**Goal of the exercise:** Start to finish, repeat the records exactly.

**** Information provided

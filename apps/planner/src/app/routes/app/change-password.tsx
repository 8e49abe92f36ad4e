import { ChangePasswordPage } from '@/features/auth/components/change-password-page';

export default function ChangePasswordRoute() {
  return <ChangePasswordPage />;
}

********

**Answer box:**
filename apps/planner/src/app/routes/app/change-password.tsx
repository 8e49abe92f36ad4e
import { ChangePasswordPage } from '@/features/auth/components/change-password-page';

export default function ChangePasswordRoute() {
  return <ChangePasswordPage />;
}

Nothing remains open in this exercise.